WORK INSTRUCTIONS –
Output each line of the data word for word, from the first through the line that holds "assert_true(r.left_s > r.pack[0].left_s);", and leave off whatever follows.

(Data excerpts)
----------
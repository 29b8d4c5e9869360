/* The pipeline with several packs, over silence, and over restarts. */
#include "core/watch_report.h"
#include "fen.h"

#include <setjmp.h>
#include <stdarg.h>
#include <stddef.h>
#include <stdint.h>
#include <stdio.h>

#include <cmocka.h>

static struct watch_config two_packs(double carries_W) {
    struct watch_config config = fen_config();

    config.n_packs = 2;
    config.pack[1] = config.pack[0];
    memcpy(config.pack[1].name, "spare", sizeof("spare"));
    config.pack[0].carries_W = config.pack[1].carries_W = carries_W;
    return config;
}

/* Both packs on one sample; a NaN voltage leaves a pack out. */
static void feed_both(struct watch *watch, struct fen *a, struct fen *b, int n, struct report *r) {
    for (int i = 0; i < n; i++) {
        struct sample s = fen_run(a, 1.0), other = fen_run(b, 1.0);

        s.pack[1] = other.pack[0];
        watch_feed(watch, &s, r);
    }
}

static void one_empty_pack_of_two_is_no_end(void **unused) {
    struct watch_config config = two_packs(ENDLESS);
    struct watch watch;
    struct report r;
    struct fen a = fen_pack(&config, 0.05, 1.0), b = fen_pack(&config, 0.8, 1.5);

    (void)unused;
    assert_int_equal(watch_init(&watch, &config, 0), 0);
    feed_both(&watch, &a, &b, 600, &r);
    assert_int_equal(r.stage, STAGE_AMPLE);
    assert_true(r.pack[0].spent && !r.pack[1].spent);
    assert_true(r.alerts & ALERT_SPENT);
    assert_true(r.left_s > 3600.0);
}

static void one_empty_pack_is_the_end_when_the_other_cannot_carry(void **unused) {
    struct watch_config config = two_packs(2.0);
    struct watch watch;
    struct report r;
    struct fen a = fen_pack(&config, 0.05, 1.5), b = fen_pack(&config, 0.8, 1.5);

    (void)unused;
    assert_int_equal(watch_init(&watch, &config, 0), 0);
    feed_both(&watch, &a, &b, 600, &r);
    assert_int_equal(r.stage, STAGE_LEAVING);
    assert_int_equal(r.cause_pack, 0);
}

static void unit_time_is_until_the_rest_cannot_carry(void **unused) {
    struct watch_config config = two_packs(ENDLESS);
    struct watch watch;
    struct report r;
    struct fen a = fen_pack(&config, 0.5, 1.5), b = fen_pack(&config, 0.9, 1.5);

    (void)unused;
    assert_int_equal(watch_init(&watch, &config, 0), 0);
    feed_both(&watch, &a, &b, 3600, &r);
    assert_true(r.left_s > r.pack[0].left_s);
    assert_true(r.left_s < r.pack[1].left_s);
    assert_true(r.left_least_s < r.left_s);
    assert_true(fabs(r.charge - 0.5 * (r.pack[0].charge + r.pack[1].charge)) < 1e-9);
}

static void a_pack_never_heard_is_not_relied_on_nor_empty(void **unused) {
    struct watch_config config = two_packs(ENDLESS);
    struct watch watch;
    struct report r;
    struct fen a = fen_pack(&config, 0.6, 2.0), mute = fen_pack(&config, 0.6, 2.0);

    (void)unused;
    assert_int_equal(watch_init(&watch, &config, 0), 0);
    mute.noise_V = UNKNOWN;
    feed_both(&watch, &a, &mute, 600, &r);
    assert_int_equal(r.stage, STAGE_AMPLE);
    assert_true(r.blind);
    assert_true(r.pack[0].known && !r.pack[1].known && isnan(r.pack[1].charge));
    a.state.charge = 0.03;
    feed_both(&watch, &a, &mute, 1500, &r);
    assert_int_equal(r.stage, STAGE_LEAVING);
}

static void floor_of_one_pack_counts_only_when_it_matters(void **unused) {
    struct watch_config config = two_packs(ENDLESS);
    struct watch watch;
    struct report r;
    struct fen a = fen_pack(&config, 0.6, 2.0), b = fen_pack(&config, 0.6, 2.0);

    (void)unused;
    assert_int_equal(watch_init(&watch, &config, 0), 0);
    feed_both(&watch, &a, &b, 120, &r);
    for (int i = 0; i < 10; i++) {
        struct sample s = fen_run(&a, 1.0), other = fen_run(&b, 1.0);

        s.pack[1] = other.pack[0];
        s.pack[0].voltage_V = 2.8;
        watch_feed(&watch, &s, &r);
    }
    assert_int_equal(r.stage, STAGE_AMPLE);
}

static void silence_makes_blind_and_the_model_goes_on_to_the_end(void **unused) {
    struct watch_config config = fen_config();
    struct watch watch;
    struct report r;
    struct fen f = fen_pack(&config, 0.6, 3.0);
    double at_reserve = 0.0;
    enum stage before = STAGE_AMPLE;

    (void)unused;
    assert_int_equal(watch_init(&watch, &config, 0), 0);
    fen_feed(&watch, &f, 1800, 1.0, &r);
    for (int i = 0; i < 31; i++)
        watch_tick(&watch, f.t_boot_us += 1000000, &r);
    assert_true(r.blind && (r.alerts & ALERT_SILENT));
    assert_int_equal(r.stage, STAGE_AMPLE);
    assert_true(isnan(r.pack[0].terminal_V) && fabs(r.charge - f.state.charge) < 0.05);
    while (r.stage != STAGE_LEAVING && f.t_boot_us < INT64_C(40000) * 1000000) {
        fen_run(&f, 10.0);
        watch_tick(&watch, f.t_boot_us, &r);
        if (r.stage == STAGE_RESERVE && before == STAGE_AMPLE)
            at_reserve = f.state.charge;
        before = r.stage;
    }
    assert_int_equal(r.stage, STAGE_LEAVING);
    assert_int_equal(r.cause, CAUSE_BLIND);
    assert_true(at_reserve > 0.25);     /* cautious: before the real charge is there */
    assert_true(f.state.charge > 0.05); /* and it left while there was charge */
    assert_true(f.state.charge < 0.35); /* but not with a third in the pack */
}

/* The gauge falls silent while the pack charges; then the adapter is pulled, unseen. */
static void a_charger_that_cannot_be_seen_is_not_relied_on(void **unused) {
    struct watch_config config = fen_config();
    struct watch watch;
    struct report r;
    struct fen f = fen_pack(&config, 0.4, -6.0);

    (void)unused;
    f.adapter = 1.0;
    assert_int_equal(watch_init(&watch, &config, 0), 0);
    fen_feed(&watch, &f, 1200, 1.0, &r);
    assert_int_equal(r.flow, FLOW_CHARGING);
    f.power_W = 3.0;
    while (f.state.charge > 0.06 && r.stage != STAGE_LEAVING) {
        fen_run(&f, 10.0);
        watch_tick(&watch, f.t_boot_us, &r);
    }
    assert_int_equal(r.stage, STAGE_LEAVING);
    assert_int_not_equal(r.supply, SUPPLY_ADAPTER);
}

/* A converter that is smaller than load and bursts as estimated: said, but no reason to stop. */
static void an_overload_is_no_end(void **unused) {
    struct watch_config config = fen_config();
    struct watch watch;
    struct report r;
    struct fen f = fen_pack(&config, 0.7, 3.0);

    (void)unused;
    config.pack[0].carries_W = 2.5;
    assert_int_equal(watch_init(&watch, &config, 0), 0);
    fen_feed(&watch, &f, 1800, 1.0, &r);
    assert_true(r.alerts & ALERT_OVERLOAD);
    assert_int_equal(r.stage, STAGE_AMPLE);
    assert_true(r.left_s > 3600.0);
}

static void the_gauge_returns(void **unused) {
    struct watch_config config = fen_config();
    struct watch watch;
    struct report r;
    struct fen f = fen_pack(&config, 0.6, 3.0);

    (void)unused;
    assert_int_equal(watch_init(&watch, &config, 0), 0);
    fen_feed(&watch, &f, 600, 1.0, &r);
    for (int i = 0; i < 600; i++) {
        fen_run(&f, 1.0);
        watch_tick(&watch, f.t_boot_us, &r);
    }
    assert_true(r.blind);
    fen_feed(&watch, &f, 4, 1.0, &r);
    assert_false(r.blind);
    assert_true(fabs(r.charge - f.state.charge) < 0.05);
    assert_true(r.age_s == 0.0);
}

static void memory_makes_the_next_start_sharp(void **unused) {
    struct watch_config config = fen_config();
    struct watch_memory memory;
    struct watch first, second, fresh;
    struct report r, without;
    struct fen f = fen_pack(&config, 0.9, 3.0), copy;

    (void)unused;
    assert_int_equal(watch_init(&first, &config, 0), 0);
    fen_feed(&first, &f, 7200, 1.0, &r);
    watch_remember(&first, &memory);
    assert_int_equal(watch_init(&second, &config, f.t_boot_us), 0);
    assert_int_equal(watch_init(&fresh, &config, f.t_boot_us), 0);
    watch_restore(&second, &memory, 0.0, true);
    copy = f;
    fen_feed(&second, &f, 5, 1.0, &r);
    fen_feed(&fresh, &copy, 5, 1.0, &without);
    assert_true(fabs(r.charge - f.state.charge) < 0.02);
    assert_true(r.charge_high - r.charge_low < 0.6 * (without.charge_high - without.charge_low));
    assert_true(fabs(r.power_mean_W - 3.0) < 0.4);
}

static void a_broken_memory_is_not_taken(void **unused) {
    static const double wrong[] = {(double)NAN, -3.0, 1e300, (double)INFINITY};
    struct watch_config config = fen_config();
    struct watch_memory memory;
    struct watch watch;
    struct report r;
    struct fen f = fen_pack(&config, 0.7, 3.0);

    (void)unused;
    assert_int_equal(watch_init(&watch, &config, 0), 0);
    watch_remember(&watch, &memory); /* nothing learned yet: all unknown */
    for (size_t i = 0; i < 4; i++) {
        memory.pack[0].charge = memory.pack[0].charge_sd = memory.pack[0].u1_V = wrong[i];
        memory.pack[0].power_W = memory.pack[0].power_sd_W = memory.pack[0].u2_V = wrong[i];
        assert_int_equal(watch_init(&watch, &config, f.t_boot_us), 0);
        watch_restore(&watch, &memory, 10.0, false);
        fen_feed(&watch, &f, 120, 1.0, &r);
        assert_true(fabs(r.charge - f.state.charge) < 0.1);
    }
}

static void a_pack_charged_while_away_is_seen(void **unused) {
    struct watch_config config = fen_config();
    struct watch_memory memory;
    struct watch watch;
    struct report r;
    struct fen f = fen_pack(&config, 0.5, 3.0);

    (void)unused;
    assert_int_equal(watch_init(&watch, &config, 0), 0);
    fen_feed(&watch, &f, 3600, 1.0, &r);
    watch_remember(&watch, &memory);
    f.state = (struct cell_state){0.95, 0.0, 0.0};
    assert_int_equal(watch_init(&watch, &config, f.t_boot_us), 0);
    watch_restore(&watch, &memory, 36000.0, false);
    fen_feed(&watch, &f, 900, 1.0, &r);
    assert_true(fabs(r.charge - f.state.charge) < 0.08);
}

static void the_rail_tells_the_adapter(void **unused) {
    struct watch_config config = fen_config();
    struct watch watch;
    struct report r;
    struct fen f = fen_pack(&config, 0.6, 3.0);

    (void)unused;
    config.rail_adapter_V = 5.1;
    assert_int_equal(watch_init(&watch, &config, 0), 0);
    for (int i = 0; i < 600; i++) {
        struct sample s;

        f.power_W = i < 300 ? 3.0 : -4.0;
        s = fen_run(&f, 1.0);
        s.rail_V = i < 300 ? 4.97 : 5.2;
        watch_feed(&watch, &s, &r);
        if (i == 299)
            assert_int_equal(r.supply, SUPPLY_PACK);
    }
    assert_int_equal(r.supply, SUPPLY_ADAPTER);
    assert_int_equal(r.flow, FLOW_CHARGING);
    assert_true(isfinite(r.full_s) && r.left_s == ENDLESS);
    assert_true(r.rail_V == 5.2);
}

static void a_late_sample_is_not_taken(void **unused) {
    struct watch_config config = fen_config();
    struct watch watch;
    struct report r;
    struct fen f = fen_pack(&config, 0.6, 3.0);
    struct sample s;
    double charge;

    (void)unused;
    assert_int_equal(watch_init(&watch, &config, 0), 0);
    fen_feed(&watch, &f, 100, 1.0, &r);
    charge = r.charge;
    s = fen_silence(f.t_boot_us - 1);
    s.pack[0].voltage_V = 3.0;
    assert_int_equal(watch_feed(&watch, &s, &r), WATCH_LATE);
    assert_true(r.charge == charge && r.t_boot_us == f.t_boot_us);
    s = fen_silence(f.t_boot_us + 1000000);
    assert_int_equal(watch_feed(&watch, &s, &r), WATCH_EMPTY);
}

static void a_configuration_out_of_range_is_refused(void **unused) {
    struct watch_config config = fen_config();
    struct watch watch;

    (void)unused;
    config.n_packs = 0;
    assert_int_equal(watch_init(&watch, &config, 0), WATCH_E_CONFIG);
    config.n_packs = PACKS_MAX + 1;
    assert_int_equal(watch_init(&watch, &config, 0), WATCH_E_CONFIG);
    config = fen_config();
    config.ladder.floor_samples = 2;
    assert_int_equal(watch_init(&watch, &config, 0), WATCH_E_CONFIG);
    config = fen_config();
    config.ladder.grace_s = UNKNOWN;
    assert_int_equal(watch_init(&watch, &config, 0), WATCH_E_CONFIG);
    config = fen_config();
    config.pack[0].typical_W = 0.0;
    assert_int_equal(watch_init(&watch, &config, 0), WATCH_E_CONFIG);
}

int main(void) {
    static const struct CMUnitTest tests[] = {
        cmocka_unit_test(one_empty_pack_of_two_is_no_end),
        cmocka_unit_test(one_empty_pack_is_the_end_when_the_other_cannot_carry),
        cmocka_unit_test(unit_time_is_until_the_rest_cannot_carry),
        cmocka_unit_test(a_pack_never_heard_is_not_relied_on_nor_empty),
        cmocka_unit_test(floor_of_one_pack_counts_only_when_it_matters),
        cmocka_unit_test(silence_makes_blind_and_the_model_goes_on_to_the_end),
        cmocka_unit_test(a_charger_that_cannot_be_seen_is_not_relied_on),
        cmocka_unit_test(an_overload_is_no_end),
        cmocka_unit_test(the_gauge_returns),
        cmocka_unit_test(memory_makes_the_next_start_sharp),
        cmocka_unit_test(a_broken_memory_is_not_taken),
        cmocka_unit_test(a_pack_charged_while_away_is_seen),
        cmocka_unit_test(the_rail_tells_the_adapter),
        cmocka_unit_test(a_late_sample_is_not_taken),
        cmocka_unit_test(a_configuration_out_of_range_is_refused),
    };

    return cmocka_run_group_tests(tests, NULL, NULL);
}
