/* The log CSV reader: what it takes, what it refuses and in which words, and its number reader
 * against the C library's strtod. */
#include "bench/random.h"
#include "decode/logcsv.h"

#include <errno.h>
#include <math.h>
#include <setjmp.h>
#include <stdarg.h>
#include <stdbool.h>
#include <stdio.h>
#include <stdlib.h>
#include <string.h>
#include <sys/mman.h>
#include <time.h>
#include <unistd.h>

#include <cmocka.h>

static int fd_of(const void *data, size_t length) {
    int fd = memfd_create("log", MFD_CLOEXEC);

    assert_true(fd >= 0);
    assert_int_equal(write(fd, data, length), (ssize_t)length);
    assert_int_equal(lseek(fd, 0, SEEK_SET), 0);
    return fd;
}

static struct logcsv *good(const char *text) {
    struct logcsv *log = NULL;
    char message[256] = "";
    int r = logcsv_new(&log, fd_of(text, strlen(text)), "a.csv", message, sizeof message);

    assert_string_equal(message, "");
    assert_int_equal(r, 0);
    return log;
}

static void columns_in_any_order(void **state) {
    (void)state;
    struct logcsv *log = good("# cell: fen logger; capacity_Ah 2.888; made by hand\n"
                              "# capacity_Ah 9\n"
                              "\n"
                              "charge_Ah, voltage_V ,humidity,time_s,site\n"
                              "0.25,4.125,81,0,fen\n"
                              "# a remark\n"
                              ",4.0,,1.5,\n");
    struct logcsv_row row;

    assert_true(logcsv_capacity_Ah(log) == 2.888);
    assert_string_equal(logcsv_ignored(log), "humidity, site");
    assert_true(logcsv_has(log, LOGCSV_CHARGE));
    assert_false(logcsv_has(log, LOGCSV_CURRENT));
    assert_int_equal(logcsv_next(log, &row), 0);
    assert_true(row.value[LOGCSV_TIME] == 0.0 && row.value[LOGCSV_VOLTAGE] == 4.125);
    assert_true(row.value[LOGCSV_CHARGE] == 0.25 && isnan(row.value[LOGCSV_CURRENT]));
    assert_int_equal(logcsv_next(log, &row), 0);
    assert_true(row.value[LOGCSV_TIME] == 1.5 && isnan(row.value[LOGCSV_CHARGE]));
    assert_int_equal(logcsv_next(log, &row), LOGCSV_END);
    assert_int_equal(logcsv_next(log, &row), LOGCSV_END);
    assert_string_equal(logcsv_message(log), "");
    logcsv_free(log);
}

static void line_ends(void **state) {
    (void)state;
    static const char *const texts[] = {
        "time_s,voltage_V\n0,4\n1,-0\n", "time_s,voltage_V\r\n0,4\r\n1,-0\r\n",
        "time_s,voltage_V\n0,4\n1,-0", "\r\n \t\r\n time_s\t, voltage_V \r\n\r\n 0 , 4\n1,-0\r\n"};

    for (size_t i = 0; i < sizeof texts / sizeof *texts; i++) {
        struct logcsv *log = good(texts[i]);
        struct logcsv_row row;

        assert_int_equal(logcsv_next(log, &row), 0);
        assert_int_equal(logcsv_next(log, &row), 0);
        assert_true(row.value[LOGCSV_TIME] == 1.0 && row.value[LOGCSV_VOLTAGE] == 0.0);
        assert_int_equal(logcsv_next(log, &row), LOGCSV_END);
        logcsv_free(log);
    }
}

static const struct refusal {
    const char *text, *message;
} refusals[] = {
#define ACCEPTED "accepted are time_s, voltage_V (both required), current_A, temp_C, charge_Ah"
    {"", "a.csv:0: no header line; " ACCEPTED},
    {"# only\n", "a.csv:1: no header line; " ACCEPTED},
    {"time_s,current_A\n0,1\n", "a.csv:1: the header has no column voltage_V; " ACCEPTED},
    {"time,voltage_V\n0,1\n", "a.csv:1: the header has no column time_s; " ACCEPTED},
    {"time_s,voltage_mV\n0,1\n", "a.csv:1: the header has no column voltage_V; " ACCEPTED},
    {"time_s,voltage_V,time_s\n0,1,1\n",
     "a.csv:1: column time_s stands twice; each name is accepted once"},
#define HEAD "time_s,voltage_V,temp_C\n0,4,9\n"
    {HEAD "1,3.9\n", "a.csv:3: 2 fields; accepted are 3, as in the header"},
    {HEAD "1,3.9,9,8\n", "a.csv:3: 4 fields; accepted are 3, as in the header"},
    {HEAD "#\n\n1,nan,9\n",
     "a.csv:5: voltage_V is \"nan\"; accepted is a decimal number like 3.712"},
    {HEAD "1,inf,9\n", "a.csv:3: voltage_V is \"inf\"; accepted is a decimal number like 3.712"},
    {HEAD "1,1e999,9\n",
     "a.csv:3: voltage_V is \"1e999\"; accepted is a decimal number like 3.712"},
    {HEAD "1,0x10,9\n", "a.csv:3: voltage_V is \"0x10\"; accepted is a decimal number like 3.712"},
    {HEAD "1,,9\n", "a.csv:3: voltage_V is empty; accepted is a decimal number like 3.712"},
    {HEAD "1,3.7 V,9\n",
     "a.csv:3: voltage_V is \"3.7 V\"; accepted is a decimal number like 3.712"},
    {HEAD "1,3.7,\x01\xff\n", "a.csv:3: temp_C is \"??\"; accepted is a decimal number like 3.712"},
    {HEAD "0,3.7,9\n", "a.csv:3: time_s 0 does not rise after 0; accepted is a rising time"},
    {HEAD "1,3.7,9\n0.5,3.7,9\n",
     "a.csv:4: time_s 0.5 does not rise after 1; accepted is a rising time"},
};

/* Opens and reads to the end; the last message. */
static void read_all(const void *data, size_t length, char *message, size_t size) {
    struct logcsv *log = NULL;
    struct logcsv_row row;
    int r = logcsv_new(&log, fd_of(data, length), "a.csv", message, size);

    if (r) {
        assert_int_equal(r, LOGCSV_E_FORMAT);
        assert_null(log);
        return;
    }
    do
        r = logcsv_next(log, &row);
    while (r == 0);
    snprintf(message, size, "%s", logcsv_message(log));
    assert_int_equal(r, message[0] ? LOGCSV_E_FORMAT : LOGCSV_END);
    assert_int_equal(logcsv_next(log, &row), r); /* and stays so */
    logcsv_free(log);
}

static void says_where_and_what(void **state) {
    (void)state;
    char message[512];

    for (size_t i = 0; i < sizeof refusals / sizeof *refusals; i++) {
        message[0] = '\0';
        read_all(refusals[i].text, strlen(refusals[i].text), message, sizeof message);
        assert_string_equal(message, refusals[i].message);
    }
}

static void refuses_what_is_no_text(void **state) {
    (void)state;
    static char zeros[1 << 20];
    char message[512] = "";

    read_all(zeros, sizeof zeros, message, sizeof message);
    assert_string_equal(message,
                        "a.csv:1: the line is longer than 4096 characters; is this a log CSV?");
}

static void a_missing_file_is_an_errno(void **state) {
    (void)state;
    struct logcsv *log = NULL;
    char message[64];

    assert_int_equal(logcsv_open(&log, "/nonexistent/a.csv", message, sizeof message), -ENOENT);
    assert_int_equal(logcsv_open(&log, "/", message, sizeof message), -EISDIR);
    assert_null(log);
}

/* Longer than the reader's window, with lines across its borders. */
static void long_files(void **state) {
    (void)state;
    enum { ROWS = 100000 };
    char *text = malloc(ROWS * 24 + 64);
    size_t n = (size_t)sprintf(text, "time_s,voltage_V\n");
    struct logcsv_row row;
    int rows = 0;

    assert_non_null(text);
    for (int i = 0; i < ROWS; i++)
        n += (size_t)sprintf(text + n, "%d,%d.%03d\n", i, i % 5, i % 997);
    struct logcsv *log = good(text);
    while (logcsv_next(log, &row) == 0) {
        assert_true(row.value[LOGCSV_TIME] == rows);
        assert_true(fabs(row.value[LOGCSV_VOLTAGE] - rows % 5 - rows % 997 / 1000.0) < 1e-12);
        rows++;
    }
    assert_int_equal(rows, ROWS);
    logcsv_free(log);
    free(text);
}

/* A random decimal number, from short and plain to long and odd. */
static void write_number(struct random *random, char *text) {
    int whole = (int)(random_next(random) % 20) + 1, places = (int)(random_next(random) % 20);
    char *p = text;

    if (random_next(random) % 3 == 0)
        *p++ = random_next(random) % 2 ? '-' : '+';
    for (int i = 0; i < whole; i++)
        *p++ = (char)('0' + random_next(random) % 10);
    if (places)
        *p++ = '.';
    for (int i = 0; i < places; i++)
        *p++ = (char)('0' + random_next(random) % 10);
    if (random_next(random) % 8 == 0)
        p += sprintf(p, "e%d", (int)(random_next(random) % 40) - 20);
    *p = '\0';
}

static void numbers_as_strtod_reads_them(void **state) {
    (void)state;
    uint64_t seed = (uint64_t)time(NULL);
    struct random random = random_start(seed, 0);
    char text[64];
    double value;

    print_message("seed %llu\n", (unsigned long long)seed);
    for (int i = 0; i < 200000; i++) {
        write_number(&random, text);
        assert_int_equal(logcsv_number(text, strlen(text), &value), 0);
        if (value != strtod(text, NULL))
            fail_msg("%s: %.17g, strtod has %.17g", text, value, strtod(text, NULL));
        if (signbit(value) != (text[0] == '-'))
            fail_msg("%s: sign", text);
    }
}

static void no_numbers(void **state) {
    (void)state;
    static const char *const texts[] = {"",    "-",     "+",    ".",   "1.",   ".5", "1,5", "--1",
                                        "1e",  "1e+",   "0x1p", "nan", "inf",  "1 ", " 1",  "1e999",
                                        "1_0", "1.2.3", "e5",   "-.5", "1.e5", "١"};
    double value = 7.0;

    for (size_t i = 0; i < sizeof texts / sizeof *texts; i++) {
        assert_int_not_equal(logcsv_number(texts[i], strlen(texts[i]), &value), 0);
        assert_true(value == 7.0);
    }
}

int main(void) {
    const struct CMUnitTest tests[] = {
        cmocka_unit_test(columns_in_any_order),         cmocka_unit_test(line_ends),
        cmocka_unit_test(says_where_and_what),          cmocka_unit_test(refuses_what_is_no_text),
        cmocka_unit_test(a_missing_file_is_an_errno),   cmocka_unit_test(long_files),
        cmocka_unit_test(numbers_as_strtod_reads_them), cmocka_unit_test(no_numbers),
    };

    return cmocka_run_group_tests(tests, NULL, NULL);
}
----------
RESPONSE TO THIS EXERCISE –
repository 29b8d4c5e9869360
/* The pipeline with several packs, over silence, and over restarts. */
#include "core/watch_report.h"
#include "fen.h"

#include <setjmp.h>
#include <stdarg.h>
#include <stddef.h>
#include <stdint.h>
#include <stdio.h>

#include <cmocka.h>

static struct watch_config two_packs(double carries_W) {
    struct watch_config config = fen_config();

    config.n_packs = 2;
    config.pack[1] = config.pack[0];
    memcpy(config.pack[1].name, "spare", sizeof("spare"));
    config.pack[0].carries_W = config.pack[1].carries_W = carries_W;
    return config;
}

/* Both packs on one sample; a NaN voltage leaves a pack out. */
static void feed_both(struct watch *watch, struct fen *a, struct fen *b, int n, struct report *r) {
    for (int i = 0; i < n; i++) {
        struct sample s = fen_run(a, 1.0), other = fen_run(b, 1.0);

        s.pack[1] = other.pack[0];
        watch_feed(watch, &s, r);
    }
}

static void one_empty_pack_of_two_is_no_end(void **unused) {
    struct watch_config config = two_packs(ENDLESS);
    struct watch watch;
    struct report r;
    struct fen a = fen_pack(&config, 0.05, 1.0), b = fen_pack(&config, 0.8, 1.5);

    (void)unused;
    assert_int_equal(watch_init(&watch, &config, 0), 0);
    feed_both(&watch, &a, &b, 600, &r);
    assert_int_equal(r.stage, STAGE_AMPLE);
    assert_true(r.pack[0].spent && !r.pack[1].spent);
    assert_true(r.alerts & ALERT_SPENT);
    assert_true(r.left_s > 3600.0);
}

static void one_empty_pack_is_the_end_when_the_other_cannot_carry(void **unused) {
    struct watch_config config = two_packs(2.0);
    struct watch watch;
    struct report r;
    struct fen a = fen_pack(&config, 0.05, 1.5), b = fen_pack(&config, 0.8, 1.5);

    (void)unused;
    assert_int_equal(watch_init(&watch, &config, 0), 0);
    feed_both(&watch, &a, &b, 600, &r);
    assert_int_equal(r.stage, STAGE_LEAVING);
    assert_int_equal(r.cause_pack, 0);
}

static void unit_time_is_until_the_rest_cannot_carry(void **unused) {
    struct watch_config config = two_packs(ENDLESS);
    struct watch watch;
    struct report r;
    struct fen a = fen_pack(&config, 0.5, 1.5), b = fen_pack(&config, 0.9, 1.5);

    (void)unused;
    assert_int_equal(watch_init(&watch, &config, 0), 0);
    feed_both(&watch, &a, &b, 3600, &r);
    assert_true(r.left_s > r.pack[0].left_s);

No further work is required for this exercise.